Work order = Within the data below, count every line that includes "configurations" and report the total alone.

+++ Source material

r"""The result store: every exact result remembered in a SQL database.

What is stored
    One row per result under a canonical key: the *quantity* (``"configurations"``,
    ``"microstates"``, ``"profiles"``, or any name another module registers),
    the rule, ``n``, the bounds in the model's canonical text
    (:meth:`~enumerator.model.Occupancy.canonical_bounds`), an optional
    parameter text, and the algorithm *version*.  The value is exact text —
    decimal digits for an ``int``, ``p/q`` for a ``Fraction``, canonical JSON
    with numbers as strings for lists and dicts of them — never an SQLite
    ``INTEGER``, which is a signed 64-bit number.  Beside it: its digit count,
    the method that produced it, the nanoseconds spent and when, and a CRC-32
    of key and value so a damaged row is refused instead of served.

Where it lives (the first that applies)
    1. the location given to :func:`configure` / :func:`using` (the CLI's
       ``--store PATH-OR-URL``), else the ``ENUMERATOR_STORE`` environment
       variable;
    2. ``store/enumerator.sqlite`` in the source checkout, when the package
       runs from a checkout (``pyproject.toml`` and ``store/`` beside the
       package folder, and not inside ``site-packages``);
    3. ``enumerator.sqlite`` in the user's cache directory (platformdirs).

    A location is a file path (a directory means ``enumerator.sqlite`` in it)
    or any SQLAlchemy URL (``postgresql://...``), so a shared database works.

Bypassing it
    ``configure(enabled=False)``, the context manager :func:`bypass`, the
    environment variable ``ENUMERATOR_NO_CACHE=1`` or the CLI's
    ``--no-cache``.  The pure functions in :mod:`enumerator.counting` never
    touch the store.

Lifetime
    Rows stay until removed (:meth:`Store.clear`, ``enumerator cache clear``).
    A new algorithm version is a new key, so an old value is never served
    for it; ``cache clear --stale`` removes the superseded rows.

Many processes at once
    SQLite runs in WAL mode (readers never wait for the writer) with a busy
    timeout; every write is one short ``BEGIN IMMEDIATE`` transaction of
    ``INSERT ... ON CONFLICT DO NOTHING`` upserts, retried while another
    process holds the lock, so overlapping writers store each key once and
    never report "database is locked".
"""

from __future__ import annotations

import functools
import hashlib
import json
import logging
import numbers
import operator
import os
import random
import threading
import time
import zlib
from contextlib import contextmanager
from dataclasses import dataclass
from datetime import datetime, timezone
from fractions import Fraction
from pathlib import Path
from typing import Any, Callable, Dict, Iterable, Iterator, List, Optional, Tuple

from sqlalchemy import (
    BigInteger,
    DateTime,
    Index,
    Integer,
    String,
    Text,
    TypeDecorator,
    bindparam,
    create_engine,
    delete,
    event,
    func,
    inspect,
    select,
    update,
)
from sqlalchemy import exc as sa_exc
from sqlalchemy.engine import URL, Engine, make_url
from sqlalchemy.orm import DeclarativeBase, Mapped, Session, mapped_column

from ..core.errors import StoreError
from ..core.exact import int_text, is_exact_int, text_int

__all__ = [
    "ALGORITHM_VERSIONS",
    "ENV_NO_CACHE",
    "ENV_STORE",
    "Key",
    "SCHEMA_VERSION",
    "Store",
    "StoredEntry",
    "decode_value",
    "encode_value",
    "model_from_key",
    "register_quantity",
]

log = logging.getLogger("enumerator.store")

#: Environment variable naming the store (a path or an SQLAlchemy URL).
ENV_STORE = "ENUMERATOR_STORE"
#: Environment variable that, set to 1/true/yes, bypasses the store entirely.
ENV_NO_CACHE = "ENUMERATOR_NO_CACHE"
#: The file name used inside a store directory.
DEFAULT_FILENAME = "enumerator.sqlite"
#: The layout of the tables below; a store written by a newer layout is refused.
SCHEMA_VERSION = 1
#: Seconds one SQLite call waits for another process's lock (busy timeout).
BUSY_TIMEOUT = 30.0
#: Seconds a write keeps retrying, in all, before it reports the store as stuck.
LOCK_PATIENCE = 300.0

#: Algorithm version of each quantity.  Raise a number whenever the method
#: (or the definition) behind that quantity changes: rows keyed by the old
#: number are then never served again.  Other modules add theirs through
#: :func:`register_quantity`.
ALGORITHM_VERSIONS: Dict[str, int] = {
    "configurations": 1,
    "microstates": 1,
    "profiles": 1,
    "distribution": 1,
    "coefficient_row": 1,
}

#: quantity -> function(model, params) recomputing a stored value (for verify).
_RECOMPUTE: Dict[str, Callable[[Any, str], Any]] = {}


def register_quantity(name: str, version: int, recompute: Optional[Callable[[Any, str], Any]] = None) -> None:
    """Declare a quantity's algorithm *version* and how to recompute it.

    :param name: the quantity's key text, e.g. ``"max_load_distribution"``.
    :param version: its algorithm version (a positive integer); raise it when
        the method changes so old rows are no longer served.
    :param recompute: ``f(model, params) -> value`` used by
        :meth:`Store.verify`; without it verify skips the quantity's rows.
    """
    if not isinstance(name, str) or not name or len(name) > 64:
        raise ValueError("a quantity name is a non-empty string of at most 64 characters")
    ALGORITHM_VERSIONS[name] = operator.index(version)
    if recompute is not None:
        _RECOMPUTE[name] = recompute


def _recompute_builtin(name: str) -> Callable[[Any, str], Any]:
    def run(model, params):
        from ..algorithms import counting

        return {
            "configurations": counting.count_configurations,
            "microstates": counting.count_microstates,
            "profiles": counting.count_profiles,
        }[name](model)

    return run


for _name in ("configurations", "microstates", "profiles"):
    _RECOMPUTE[_name] = _recompute_builtin(_name)


# ---------------------------------------------------------------------------
# exact values <-> canonical text
# ---------------------------------------------------------------------------

_int_text = int_text
_text_int = text_int
_is_int = is_exact_int


def _digit_len(text: str) -> int:
    return len(text) - (text[:1] == "-")


def _encode_json(value, largest: List[int]):
    if value is None or isinstance(value, bool):
        return value
    if _is_int(value):
        text = _int_text(operator.index(value))
        largest[0] = max(largest[0], _digit_len(text))
        return text
    if isinstance(value, numbers.Rational):
        p, q = _int_text(value.numerator), _int_text(value.denominator)
        largest[0] = max(largest[0], _digit_len(p), len(q))
        return f"{p}/{q}"
    if isinstance(value, (list, tuple)):
        return [_encode_json(v, largest) for v in value]
    if isinstance(value, dict):
        int_keys, str_keys = [], []
        for k in value:
            if _is_int(k):
                int_keys.append(k)
            elif isinstance(k, str) and not _looks_numeric(k):
                str_keys.append(k)
            else:
                raise TypeError(
                    f"store dict keys must be integers or non-numeric strings (got {k!r})"
                )
        ordered = {}
        for k in sorted(int_keys, key=operator.index):
            ordered[_int_text(operator.index(k))] = _encode_json(value[k], largest)
        for k in sorted(str_keys):
            ordered[k] = _encode_json(value[k], largest)
        return ordered
    raise TypeError(
        "the store keeps exact numbers (int, Fraction) and lists/dicts of them, "
        f"not {type(value).__name__}"
    )


def _looks_numeric(text: str) -> bool:
    body = text[1:] if text[:1] == "-" else text
    return body.isdigit() or ("/" in text and all(_looks_numeric(p) for p in text.split("/", 1)))


def _decode_json(value):
    if isinstance(value, str):
        if "/" in value:
            p, q = value.split("/", 1)
            return Fraction(_text_int(p), _text_int(q))
        return _text_int(value)
    if isinstance(value, list):
        return [_decode_json(v) for v in value]
    if isinstance(value, dict):
        return {
            (_text_int(k) if _looks_numeric(k) else k): _decode_json(v) for k, v in value.items()
        }
    return value


def encode_value(value) -> Tuple[str, str, int]:
    """Return ``(kind, text, digits)``: *value* in one canonical exact text.

    ``int`` (and ``mpz``/``fmpz``) -> ``("int", decimal digits)``; a
    ``Fraction`` -> ``("fraction", "p/q")`` (``str(Fraction)``: ``"p"`` when
    ``q = 1``); lists, tuples and dicts of them -> ``("json", ...)`` with
    numbers as JSON strings, dict keys in numeric then text order, no spaces.
    *digits* is the number of decimal digits of the largest number inside.
    Cost: linear in the digits (GMP's subquadratic radix conversion).
    """
    if _is_int(value):
        text = _int_text(operator.index(value))
        return "int", text, _digit_len(text)
    if isinstance(value, numbers.Rational) and not isinstance(value, bool):
        p, q = _int_text(value.numerator), _int_text(value.denominator)
        text = p if q == "1" else f"{p}/{q}"
        return "fraction", text, max(_digit_len(p), len(q))
    largest = [0]
    tree = _encode_json(value, largest)
    return "json", json.dumps(tree, separators=(",", ":"), ensure_ascii=True), largest[0]


def decode_value(kind: str, text: str):
    """Invert :func:`encode_value` (exact ``int``, ``Fraction``, lists, dicts)."""
    if kind == "int":
        return _text_int(text)
    if kind == "fraction":
        p, _, q = text.partition("/")
        return Fraction(_text_int(p), _text_int(q) if q else 1)
    if kind == "json":
        return _decode_json(json.loads(text))
    raise ValueError(f"unknown stored value kind {kind!r}")


# ---------------------------------------------------------------------------
# the schema (SQLAlchemy 2.x typed declarative models)
# ---------------------------------------------------------------------------

class DecimalInt(TypeDecorator):
    """An exact Python ``int`` of any size kept as decimal TEXT.

    SQLite's INTEGER is signed 64-bit (Python's sqlite3 raises OverflowError
    at ``2**63``), so exact results and even ``n`` travel as text.
    """

    impl = Text
    cache_ok = True

    def process_bind_param(self, value, dialect):
        return None if value is None else _int_text(operator.index(value))

    def process_result_value(self, value, dialect):
        return None if value is None else _text_int(value)


class Base(DeclarativeBase):
    """The declarative base of the store's tables."""


class Meta(Base):
    """Key/value facts about the store itself (``schema_version``, creator)."""

    __tablename__ = "enumerator_meta"

    key: Mapped[str] = mapped_column(String(64), primary_key=True)
    value: Mapped[str] = mapped_column(Text)

    def __repr__(self) -> str:
        return f"Meta({self.key!r}={self.value!r})"


class Result(Base):
    """One remembered exact value under its canonical key."""

    __tablename__ = "enumerator_results"

    id: Mapped[int] = mapped_column(Integer, primary_key=True)
    #: SHA-256 of the canonical key text; unique, so upserts deduplicate.
    key_digest: Mapped[str] = mapped_column(String(64), unique=True)
    quantity: Mapped[str] = mapped_column(String(64))
    rule: Mapped[str] = mapped_column(String(8))
    balls: Mapped[int] = mapped_column(DecimalInt)
    urns: Mapped[int] = mapped_column(BigInteger)
    bounds: Mapped[str] = mapped_column(Text)
    params: Mapped[str] = mapped_column(Text, default="")
    version: Mapped[int] = mapped_column(Integer)
    kind: Mapped[str] = mapped_column(String(16))
    value: Mapped[str] = mapped_column(Text)
    digits: Mapped[int] = mapped_column(BigInteger)
    checksum: Mapped[int] = mapped_column(BigInteger)
    method: Mapped[str] = mapped_column(String(200))
    elapsed_ns: Mapped[int] = mapped_column(BigInteger)
    created_at: Mapped[datetime] = mapped_column(DateTime(timezone=True))

    __table_args__ = (
        Index("ix_enumerator_results_row", "quantity", "rule", "urns", "version"),
    )

    def __repr__(self) -> str:
        return (
            f"Result({self.quantity} {self.rule} n={self.balls} bounds={self.bounds!r} "
            f"v{self.version}: {self.digits} digits)"
        )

++++++

Exercise answer = 4